Meanwhile Paula was alone. Of anyone else it would have been said that she must be finding the afternoon rather dreary in the quaint halls not of her forefathers: but of Miss Power it was unsafe to predicate so surely. She walked from room to room in a black velvet dress which gave decision to her outline without depriving it of softness. She occasionally clasped her hands behind her head and looked out of a window; but she more particularly bent her footsteps up and down the Long Gallery, where she had caused a large fire of logs to be kindled, in her endeavour to extend cheerfulness somewhat beyond the precincts of the sitting-rooms.

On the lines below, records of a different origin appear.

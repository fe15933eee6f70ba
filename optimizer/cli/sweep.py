"""``corepace sweep STUDY``: a what-if study, one plan per point, purchases priced."""

from __future__ import annotations

import argparse
import sys
from collections.abc import Sequence
from pathlib import Path
from typing import TYPE_CHECKING

import pandas as pd

from optimizer.cli.common import (
    EXIT_BAD_INPUT,
    EXIT_NO_PLAN,
    EXIT_OK,
    BadInput,
    cache_dir,
    out_dir,
    prepare_out,
    say_written,
)
from optimizer.cli.options import (
    Formatter,
    add_cache_options,
    add_common,
    add_scenario_options,
    add_solve_options,
)
from optimizer.cli.terminal import Ui, rich_table
from optimizer.planning.highs import quiet_solver_banner
from optimizer.reporting import export
from optimizer.scenario.overrides import OverrideError, parse_assignment
from optimizer.scenario.provenance import file_sha256, made_at, tool_version
from optimizer.studies.execute import ExecMode, done_indices
from optimizer.studies.study import (
    CLUSTER_CONNECT_TIMEOUT_S,
    Study,
    StudyError,
    load_study,
    run_study,
    sweep_points,
)

if TYPE_CHECKING:  # dask.distributed is the optional 'sweep' extra
    from distributed import Client

__all__ = ["add_parser", "cmd_sweep", "main", "run_sweep"]


def add_parser(subparsers: argparse._SubParsersAction) -> argparse.ArgumentParser:
    """Add ``corepace sweep STUDY`` to the command's subparsers.

    Parameters
    ----------
    subparsers : argparse._SubParsersAction
        What ``ArgumentParser.add_subparsers`` returned.

    Returns
    -------
    argparse.ArgumentParser
        The ``sweep`` parser (its ``func`` is :func:`cmd_sweep`).
    """
    p = subparsers.add_parser(
        "sweep",
        help="what-if study: one plan per point of a grid or list, and purchase payback",
        description="Plan every point of a study (a base scenario and a grid or a list of "
        "changes), then write sweep.csv, purchases.csv, sweep.xlsx, sweep.json and the "
        "comparison report sweep.html. Points run in a local process pool by default, on "
        "a Dask cluster with --cluster. Finished points are kept in OUT/points; running "
        "the same command again resumes an interrupted sweep.\nExit 1 when a point has "
        "no feasible plan (its row says why).",
        epilog="examples:\n  corepace sweep configs/study_tunnel.yaml\n"
        "  corepace sweep configs/study_tunnel.yaml --workers 4 --out reports/tunnel\n"
        "  corepace sweep study.yaml --cluster tcp://10.0.0.5:8786 --cache-dir /shared/dwell\n",
        formatter_class=Formatter,
    )
    p.add_argument("study", metavar="STUDY", help="study file (.yaml)")
    group = p.add_argument_group("where points run")
    where = group.add_mutually_exclusive_group()
    where.add_argument(
        "--serial", action="store_true", help="plan the points one by one in this process"
    )
    where.add_argument(
        "--cluster",
        metavar="ADDRESS",
        help="Dask scheduler address (tcp://host:port); --cache-dir must be a path every "
        "worker reaches",
    )
    group.add_argument(
        "--workers",
        type=_workers,
        metavar="N",
        help="processes of the local pool (default: the number of CPUs)",
    )
    group.add_argument(
        "--restart",
        action="store_true",
        help="forget the points finished by an earlier run of this study",
    )
    add_scenario_options(p)
    add_solve_options(p)
    add_common(p)
    add_cache_options(p)
    p.set_defaults(func=cmd_sweep)
    return p


def _workers(text: str) -> int:
    try:
        value = int(text)
    except ValueError:
        raise argparse.ArgumentTypeError(f"must be a whole number >= 1, got {text!r}") from None
    if value < 1:
        raise argparse.ArgumentTypeError(f"must be a whole number >= 1, got {text!r}")
    return value


def _shown(table: pd.DataFrame, columns: Sequence[str]) -> pd.DataFrame:
    return table[[c for c in columns if c in table.columns]]


def cmd_sweep(args: argparse.Namespace, ui: Ui) -> int:
    """``corepace sweep STUDY``: the study's plans, tables, plots and report.

    Raises
    ------
    optimizer.cli.common.BadInput
        For a bad study file or option, or a ``--cluster`` address where no
        scheduler answers (nothing is written).
    """
    study_path = Path(args.study)
    if not study_path.is_file():
        raise BadInput([f"{args.study}: no such study file"])
    changes, problems = [], []
    for text in getattr(args, "set", None) or []:
        try:
            changes.append(parse_assignment(text))
        except OverrideError as exc:
            problems.append(str(exc))
    if problems:
        raise BadInput(problems)
    with ui.status(f"checking {args.study}"):
        try:
            study = load_study(study_path, changes)
        except StudyError as exc:
            raise BadInput(exc.problems) from None
    target = out_dir(args, args.study)
    if args.cluster:
        mode = ExecMode.CLUSTER
    elif args.serial or args.workers == 1:
        mode = ExecMode.SERIAL
    else:
        mode = ExecMode.POOL
    # reach the scheduler before anything is written: a bad address is bad input
    client = _connect(args.cluster) if mode is ExecMode.CLUSTER else None
    try:
        return _sweep_into(target, study, study_path, args, ui, mode, client)
    finally:
        if client is not None:
            client.close()


def _connect(address: str) -> Client:
    """A Dask client on the scheduler at ``address``.

    Raises
    ------
    optimizer.cli.common.BadInput
        One line when dask.distributed is missing, the address is malformed
        or no scheduler answers within :data:`CLUSTER_CONNECT_TIMEOUT_S`.
    """
    try:
        from distributed import Client  # the 'sweep' extra: optional
    except ImportError:
        raise BadInput(
            ["--cluster: dask.distributed is not installed; install the 'sweep' extra"]
        ) from None
    try:
        return Client(address, timeout=CLUSTER_CONNECT_TIMEOUT_S)
    except (OSError, ValueError, TypeError) as exc:
        reason = " ".join(str(exc).split()) or type(exc).__name__
        raise BadInput([f"--cluster {address}: cannot connect ({reason})"]) from None


def _sweep_into(
    target: Path,
    study: Study,
    study_path: Path,
    args: argparse.Namespace,
    ui: Ui,
    mode: ExecMode,
    client: Client | None,
) -> int:
    """Run the points of a loaded study and write its tables and report into ``target``."""
    # the report brings matplotlib (about 0.6 s): imported only by the commands that draw
    from optimizer.reporting.study import sweep_json, sweep_report

    prepare_out(target)
    done_dir = target / "points"
    if args.restart and done_dir.is_dir():
        for f in done_dir.glob("*.json"):
            f.unlink()
    options = {"time_limit_s": args.time_limit, "gap_rel": args.gap, "solver": args.solver}
    points = sweep_points(study, cache_dir=cache_dir(args), **options)
    already = len(done_indices(points, done_dir))
    if already:
        ui.say(f"resuming: {already} of {len(study.points)} points done in {done_dir}")
    quiet_solver_banner()
    try:
        with ui.progress("sweep") as bar:
            result = run_study(
                study,
                mode=mode,
                workers=args.workers,
                cluster=client,
                cache_dir=cache_dir(args),
                done_dir=done_dir,
                on_done=lambda done, total, text: bar(done, total, text),
                **options,
            )
    except KeyboardInterrupt:
        kept = len(done_indices(points, done_dir))
        ui.problem(
            f"corepace sweep: interrupted; {kept} of {len(study.points)} points kept in "
            f"{done_dir}; run the same command again to resume"
        )
        return 130
    except OSError as exc:
        if mode is ExecMode.CLUSTER:  # connected at the start: failed on the way
            kept = len(done_indices(points, done_dir))
            raise BadInput(
                [
                    f"--cluster {args.cluster}: the sweep failed ({exc}); {kept} of "
                    f"{len(study.points)} points kept in {done_dir}; run the same command "
                    "again to resume"
                ]
            ) from None
        raise
    protect = [args.study, str(study.base_path)]
    with ui.status("writing the report"):
        tables = {"sweep": result.table, "purchases": result.purchases}
        written = export.write_tables(target, tables, workbook="sweep.xlsx", protect=protect)
        html_text = sweep_report(
            result,
            command=getattr(args, "argv_text", ""),
            generated=made_at(),
            tool_version=tool_version(),
            study_sha256=file_sha256(study_path),
        )
        written.append(export.atomic_write_text(target / "sweep.html", html_text, protect=protect))
        written.append(
            export.write_json(target / "sweep.json", sweep_json(result, written), protect=protect)
        )
    data = sweep_json(result, written)
    ui.emit_json(data)
    shown = ["point", *study.columns, "status", "kg_per_shift", "kg_per_week", "bottleneck"]
    shown += ["marginal_value", "energy_kwh"]
    ui.say(rich_table(_shown(result.table, shown), title=f"Sweep — {study.title}"))
    if not result.purchases.empty:
        cols = ["option", "point", "extra_kg_per_week", "extra_margin_per_year"]
        cols += ["simple_payback_years", "npv", "option_bottleneck", "note"]
        ui.say(rich_table(_shown(result.purchases, cols), title="Purchase options"))
    say_written(ui, written)
    failed = result.table[~result.table["status"].isin(["optimal", "feasible_with_gap"])]
    for r in failed.itertuples():
        ui.problem(
            f"{r.point}: no feasible plan ({r.status}){': ' + r.message if r.message else ''}"
        )
    n = len(result.table)
    ui.result(f"{n - len(failed)} of {n} points planned → {target / 'sweep.html'}")
    return EXIT_OK if failed.empty else EXIT_NO_PLAN


def run_sweep(args: argparse.Namespace, ui: Ui | None = None) -> int:
    """Run ``corepace sweep`` from parsed arguments and return the exit code.

    Bad input (study file, options) gives one line per problem on stderr and
    exit 2 with nothing written; 1 when a point has no feasible plan; 0 done.

    Parameters
    ----------
    args : argparse.Namespace
        Arguments parsed by the parser of :func:`add_sweep_parser`.
    ui : optimizer.cli.terminal.Ui, optional
        Terminal output (default: from ``--quiet``/``--json``).
    """
    ui = ui or Ui(quiet=args.quiet, json_mode=args.json)
    try:
        return cmd_sweep(args, ui)
    except BadInput as exc:
        for line in exc.problems:
            ui.problem(line)
        ui.emit_json({"status": "bad_input", "problems": list(exc.problems)})
        return EXIT_BAD_INPUT


def main(argv: Sequence[str] | None = None) -> int:
    """``python -m optimizer.cli.sweep STUDY ...``: the same as ``corepace sweep STUDY ...``."""
    parser = argparse.ArgumentParser(prog="corepace", formatter_class=Formatter)
    sub = parser.add_subparsers(dest="command", metavar="COMMAND")
    add_parser(sub)
    items = list(sys.argv[1:] if argv is None else argv)
    if not items or items[0] != "sweep":
        items = ["sweep", *items]
    try:
        args = parser.parse_args(items)
    except SystemExit as exc:
        return int(exc.code or 0) if not isinstance(exc.code, str) else EXIT_BAD_INPUT
    args.argv_text = " ".join(["corepace", *items])
    return run_sweep(args)


if __name__ == "__main__":  # pragma: no cover
    raise SystemExit(main())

The fire glanced up on Paula, and Paula glanced down at the fire, and at the gnarled beech fuel, and at the wood-lice which ran out from beneath the bark to the extremity of the logs as the heat approached them. The low-down ruddy light spread over the dark floor like the setting sun over a moor, fluttering on the grotesque countenances of the bright andirons, and touching all the furniture on the underside.

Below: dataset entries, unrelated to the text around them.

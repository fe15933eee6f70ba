"""What every command shares: exit codes, bad input, loading a scenario, output paths."""

from __future__ import annotations

import argparse
import os
import sys
from collections.abc import Sequence
from pathlib import Path
from typing import Any

import pandas as pd

from optimizer.cli.terminal import Ui
from optimizer.dwell.checks import load_checked_scenario
from optimizer.dwell.table import build_dwell_table
from optimizer.planning.inputs import SolveOptions
from optimizer.planning.results import PlanResult, SolveStatus
from optimizer.reporting import export
from optimizer.scenario.models import Scenario, ScenarioError
from optimizer.scenario.overrides import OverrideError, parse_assignment

__all__ = [
    "DEFAULT_OUT",
    "EXIT_BAD_INPUT",
    "EXIT_INTERNAL",
    "EXIT_NO_PLAN",
    "EXIT_OK",
    "BadInput",
    "cache_dir",
    "dwell_table",
    "load",
    "out_dir",
    "prepare_out",
    "say_written",
    "solve_options",
    "status_code",
]


EXIT_OK = 0


EXIT_NO_PLAN = 1


EXIT_BAD_INPUT = 2


EXIT_INTERNAL = 3


DEFAULT_OUT = "corepace-out"


class BadInput(Exception):
    """Bad input for a command: one or more one-line problems.

    Parameters
    ----------
    problems : sequence of str
        One line each, naming the field or option and what is accepted.
    """

    def __init__(self, problems: Sequence[str]) -> None:
        self.problems = tuple(str(p) for p in problems) or ("bad input",)
        super().__init__("; ".join(self.problems))


def scenario_path(text: str) -> Path:
    path = Path(text)
    if not path.exists():
        raise BadInput([f"{text}: no such file"])
    if path.is_dir():
        raise BadInput([f"{text}: is a directory; give a scenario file (.yaml, .yml or .json)"])
    if not os.access(path, os.R_OK):
        raise BadInput([f"{text}: cannot be read (permission denied)"])
    return path


def load(path_text: str, args: argparse.Namespace | None = None) -> Scenario:
    """Load and validate a scenario file, turning every problem into :class:`BadInput`.

    Parameters
    ----------
    path_text : str
        Scenario file as given on the command line.
    args : argparse.Namespace, optional
        Parsed options; its ``set`` list (``--set PATH=VALUE``) is applied
        to the file's contents before validation (the file is not changed).

    Returns
    -------
    optimizer.scenario.models.Scenario
        The validated scenario.

    Raises
    ------
    BadInput
        Listing every problem, each prefixed with the file name.
    """
    path = scenario_path(path_text)

    changes = []
    problems = []
    for text in getattr(args, "set", None) or []:
        try:
            changes.append(parse_assignment(text))
        except OverrideError as exc:
            problems.append(str(exc))
    if problems:
        raise BadInput(problems)
    try:
        return load_checked_scenario(path, changes)
    except ScenarioError as exc:
        # a line about the file itself names it already (the extends chain too)
        own = (f"{path_text}: ", f"{Path(path).resolve()}: ")
        raise BadInput(
            [p if p.startswith(own) else f"{path_text}: {p}" for p in problems_of(exc)]
        ) from exc


def problems_of(exc: BaseException) -> list[str]:
    problems = getattr(exc, "problems", None)
    if problems:
        return [str(p) for p in problems]
    lines = [line for line in str(exc).splitlines() if line.strip()]
    return lines or [type(exc).__name__]


def out_dir(args: argparse.Namespace, scenario_path: str | None) -> Path:
    """The output directory of a run: ``--out`` or ``corepace-out/<scenario stem>``."""
    if args.out:
        target = Path(args.out)
    else:
        stem = Path(scenario_path).stem if scenario_path else "run"
        target = Path(DEFAULT_OUT) / stem
    if target.exists() and not target.is_dir():
        raise BadInput([f"--out {target}: exists and is not a directory; give a directory path"])
    return target


def prepare_out(path: Path) -> Path:
    try:
        return export.prepare_out_dir(path)
    except export.OutputError as exc:
        raise BadInput([str(exc)]) from exc


def cache_dir(args: argparse.Namespace) -> Path | None:
    """The dwell-table cache directory (None when ``--no-cache``)."""
    if getattr(args, "no_cache", False):
        return None
    if getattr(args, "cache_dir", None):
        return Path(args.cache_dir)
    base = os.environ.get("XDG_CACHE_HOME") or str(Path.home() / ".cache")
    return Path(base) / "corepace" / "dwell"


def dwell_table(scenario: Scenario, args: argparse.Namespace, ui: Ui) -> pd.DataFrame:
    """Build (or read from the cache) the dwell table, with a progress bar."""
    with ui.progress("dwell table") as callback:
        return build_dwell_table(scenario, cache_dir=cache_dir(args), progress=callback)


def say_written(ui: Ui, paths: Sequence[Path]) -> None:
    for p in paths:
        ui.say(f"  wrote {p}")


def solve_options(args: argparse.Namespace, **overrides: Any) -> SolveOptions:
    """Planner options from the command line (``--time-limit``, ``--gap``, ``--solver``)."""
    kwargs: dict[str, Any] = {}
    if getattr(args, "time_limit", None) is not None:
        kwargs["time_limit_s"] = args.time_limit
    if getattr(args, "gap", None) is not None:
        kwargs["gap_rel"] = args.gap
    if getattr(args, "solver", None):
        kwargs["solver"] = args.solver
    kwargs.update(overrides)
    return SolveOptions(**kwargs)


def status_code(result: PlanResult) -> int:
    """The exit code of a plan: 0 with a plan, 1 infeasible or out of time, else 3."""
    if result.status.has_plan:
        return EXIT_OK
    if result.status in (SolveStatus.INFEASIBLE, SolveStatus.NO_SOLUTION_IN_TIME):
        return EXIT_NO_PLAN
    return EXIT_INTERNAL


def argv_text(argv: Sequence[str] | None) -> str:
    items = list(sys.argv[1:] if argv is None else argv)
    return " ".join(["corepace", *items])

She now and then crossed to one of the deep embrasures of the windows, to decipher some sentence from a letter she held in her hand. The daylight would have been more than sufficient for any bystander to discern that the capitals in that letter were of the peculiar semi-gothic type affected at the time by Somerset and other young architects of his school in their epistolary correspondence. She was very possibly thinking of him, even when not reading his letter, for the expression of softness with which she perused the page was more or less with her when she appeared to examine other things.